- Required action -
Search the material below for the string "resolve" and list each line that holds it.

- Task data -
--------------------------------

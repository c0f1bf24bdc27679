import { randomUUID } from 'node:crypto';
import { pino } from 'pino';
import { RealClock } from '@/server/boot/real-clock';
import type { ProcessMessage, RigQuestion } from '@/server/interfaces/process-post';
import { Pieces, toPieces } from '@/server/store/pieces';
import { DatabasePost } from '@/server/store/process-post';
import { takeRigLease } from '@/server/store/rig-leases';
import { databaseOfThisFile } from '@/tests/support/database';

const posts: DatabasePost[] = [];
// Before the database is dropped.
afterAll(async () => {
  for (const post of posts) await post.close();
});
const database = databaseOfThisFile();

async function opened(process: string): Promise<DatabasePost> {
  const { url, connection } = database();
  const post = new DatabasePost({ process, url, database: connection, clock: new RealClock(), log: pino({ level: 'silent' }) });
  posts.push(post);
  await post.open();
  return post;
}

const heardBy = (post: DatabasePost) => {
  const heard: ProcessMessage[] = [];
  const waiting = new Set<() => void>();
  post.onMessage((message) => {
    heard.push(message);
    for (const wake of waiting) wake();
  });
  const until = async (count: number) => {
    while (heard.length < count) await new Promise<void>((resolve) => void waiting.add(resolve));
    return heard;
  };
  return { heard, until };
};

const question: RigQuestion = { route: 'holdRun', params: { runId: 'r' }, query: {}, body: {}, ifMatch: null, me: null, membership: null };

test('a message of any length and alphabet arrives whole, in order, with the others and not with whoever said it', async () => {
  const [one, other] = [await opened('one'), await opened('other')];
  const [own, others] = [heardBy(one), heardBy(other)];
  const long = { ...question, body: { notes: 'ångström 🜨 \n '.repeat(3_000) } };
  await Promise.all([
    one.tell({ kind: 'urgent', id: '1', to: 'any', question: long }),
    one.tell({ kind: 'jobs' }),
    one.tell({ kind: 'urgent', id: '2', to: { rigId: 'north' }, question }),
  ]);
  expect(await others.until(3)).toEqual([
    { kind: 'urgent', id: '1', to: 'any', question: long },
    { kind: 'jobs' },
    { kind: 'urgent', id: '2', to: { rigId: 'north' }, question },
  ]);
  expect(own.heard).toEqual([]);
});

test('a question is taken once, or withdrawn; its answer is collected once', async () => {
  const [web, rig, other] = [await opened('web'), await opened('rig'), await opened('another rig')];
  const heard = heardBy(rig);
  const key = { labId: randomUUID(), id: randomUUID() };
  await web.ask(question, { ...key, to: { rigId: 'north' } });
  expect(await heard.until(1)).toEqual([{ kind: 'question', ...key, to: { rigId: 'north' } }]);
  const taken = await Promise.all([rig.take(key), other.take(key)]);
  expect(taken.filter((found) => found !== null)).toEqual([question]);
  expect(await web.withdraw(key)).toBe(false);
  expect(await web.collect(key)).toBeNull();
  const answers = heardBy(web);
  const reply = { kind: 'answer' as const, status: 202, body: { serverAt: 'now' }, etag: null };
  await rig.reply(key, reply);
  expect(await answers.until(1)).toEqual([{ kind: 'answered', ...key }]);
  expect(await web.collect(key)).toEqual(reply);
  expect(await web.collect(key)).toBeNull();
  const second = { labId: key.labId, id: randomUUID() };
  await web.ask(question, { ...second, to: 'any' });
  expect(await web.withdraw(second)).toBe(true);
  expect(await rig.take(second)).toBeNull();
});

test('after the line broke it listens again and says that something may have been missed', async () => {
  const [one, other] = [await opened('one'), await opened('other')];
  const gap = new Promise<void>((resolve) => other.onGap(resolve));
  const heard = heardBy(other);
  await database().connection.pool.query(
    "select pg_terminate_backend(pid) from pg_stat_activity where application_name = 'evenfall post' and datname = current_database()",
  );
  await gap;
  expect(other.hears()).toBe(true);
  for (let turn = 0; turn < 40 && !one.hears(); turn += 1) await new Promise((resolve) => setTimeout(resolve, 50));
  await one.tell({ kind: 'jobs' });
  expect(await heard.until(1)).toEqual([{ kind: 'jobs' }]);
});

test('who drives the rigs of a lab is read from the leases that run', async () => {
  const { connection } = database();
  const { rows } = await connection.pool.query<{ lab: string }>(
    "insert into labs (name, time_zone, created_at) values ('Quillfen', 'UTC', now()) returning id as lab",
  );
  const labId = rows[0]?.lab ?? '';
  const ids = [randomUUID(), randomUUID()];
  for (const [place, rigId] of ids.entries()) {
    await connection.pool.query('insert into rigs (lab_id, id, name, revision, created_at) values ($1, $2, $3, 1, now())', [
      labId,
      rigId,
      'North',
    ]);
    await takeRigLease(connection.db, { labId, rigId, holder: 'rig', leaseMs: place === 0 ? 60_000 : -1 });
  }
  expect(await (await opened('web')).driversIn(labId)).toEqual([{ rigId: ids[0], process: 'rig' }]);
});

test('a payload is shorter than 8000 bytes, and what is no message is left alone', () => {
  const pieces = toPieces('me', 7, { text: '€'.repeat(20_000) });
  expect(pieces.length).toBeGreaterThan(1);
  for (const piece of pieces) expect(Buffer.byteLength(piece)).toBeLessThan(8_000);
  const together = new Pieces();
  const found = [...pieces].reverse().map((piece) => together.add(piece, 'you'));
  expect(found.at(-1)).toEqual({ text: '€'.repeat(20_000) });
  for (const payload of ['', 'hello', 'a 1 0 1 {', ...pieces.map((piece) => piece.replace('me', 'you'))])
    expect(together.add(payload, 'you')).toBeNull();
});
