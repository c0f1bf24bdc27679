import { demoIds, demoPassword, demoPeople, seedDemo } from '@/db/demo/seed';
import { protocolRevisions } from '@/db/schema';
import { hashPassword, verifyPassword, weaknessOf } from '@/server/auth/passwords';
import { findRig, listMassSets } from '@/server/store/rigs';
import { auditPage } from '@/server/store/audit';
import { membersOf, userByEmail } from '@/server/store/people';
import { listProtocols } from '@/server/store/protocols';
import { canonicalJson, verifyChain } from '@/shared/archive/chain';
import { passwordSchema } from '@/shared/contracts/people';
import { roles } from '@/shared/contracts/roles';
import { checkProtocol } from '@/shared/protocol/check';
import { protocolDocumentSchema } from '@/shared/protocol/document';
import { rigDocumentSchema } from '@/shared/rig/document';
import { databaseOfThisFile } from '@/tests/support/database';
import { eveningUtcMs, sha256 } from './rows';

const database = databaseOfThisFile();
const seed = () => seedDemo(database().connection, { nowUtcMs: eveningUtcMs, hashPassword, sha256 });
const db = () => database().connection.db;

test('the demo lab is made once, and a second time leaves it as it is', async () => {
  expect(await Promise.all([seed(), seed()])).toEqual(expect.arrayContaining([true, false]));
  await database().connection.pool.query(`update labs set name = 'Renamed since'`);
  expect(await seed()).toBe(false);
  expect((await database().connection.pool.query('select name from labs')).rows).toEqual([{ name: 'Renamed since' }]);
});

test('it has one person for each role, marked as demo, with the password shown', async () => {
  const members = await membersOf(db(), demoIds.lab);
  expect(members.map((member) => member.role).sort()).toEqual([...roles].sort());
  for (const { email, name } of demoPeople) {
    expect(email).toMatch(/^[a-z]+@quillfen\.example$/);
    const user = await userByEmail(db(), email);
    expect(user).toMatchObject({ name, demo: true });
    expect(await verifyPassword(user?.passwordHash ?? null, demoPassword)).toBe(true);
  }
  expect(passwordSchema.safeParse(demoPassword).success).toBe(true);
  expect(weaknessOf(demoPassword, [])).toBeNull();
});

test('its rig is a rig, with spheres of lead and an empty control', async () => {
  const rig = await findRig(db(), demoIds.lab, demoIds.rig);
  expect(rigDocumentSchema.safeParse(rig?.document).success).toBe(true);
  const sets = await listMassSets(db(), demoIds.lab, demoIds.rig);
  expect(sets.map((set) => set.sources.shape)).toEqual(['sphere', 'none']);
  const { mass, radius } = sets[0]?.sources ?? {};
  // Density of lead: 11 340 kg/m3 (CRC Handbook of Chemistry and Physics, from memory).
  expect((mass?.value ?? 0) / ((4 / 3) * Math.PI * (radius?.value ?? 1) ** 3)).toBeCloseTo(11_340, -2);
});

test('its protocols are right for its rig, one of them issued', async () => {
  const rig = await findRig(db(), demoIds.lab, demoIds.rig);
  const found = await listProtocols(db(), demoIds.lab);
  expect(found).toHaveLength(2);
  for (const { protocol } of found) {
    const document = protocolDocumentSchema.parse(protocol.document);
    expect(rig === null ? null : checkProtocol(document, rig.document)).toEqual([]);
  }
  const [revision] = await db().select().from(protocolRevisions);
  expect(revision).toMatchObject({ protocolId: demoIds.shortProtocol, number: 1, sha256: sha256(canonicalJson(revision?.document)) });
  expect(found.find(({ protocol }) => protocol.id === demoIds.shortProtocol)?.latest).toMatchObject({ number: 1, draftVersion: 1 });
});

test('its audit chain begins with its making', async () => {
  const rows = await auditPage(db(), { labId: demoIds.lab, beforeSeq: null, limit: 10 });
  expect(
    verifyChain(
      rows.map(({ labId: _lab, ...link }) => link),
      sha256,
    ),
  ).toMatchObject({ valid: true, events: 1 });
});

--------------------------------

- Answer to the problem -
    while (heard.length < count) await new Promise<void>((resolve) => void waiting.add(resolve));
  const gap = new Promise<void>((resolve) => other.onGap(resolve));
  for (let turn = 0; turn < 40 && !one.hears(); turn += 1) await new Promise((resolve) => setTimeout(resolve, 50));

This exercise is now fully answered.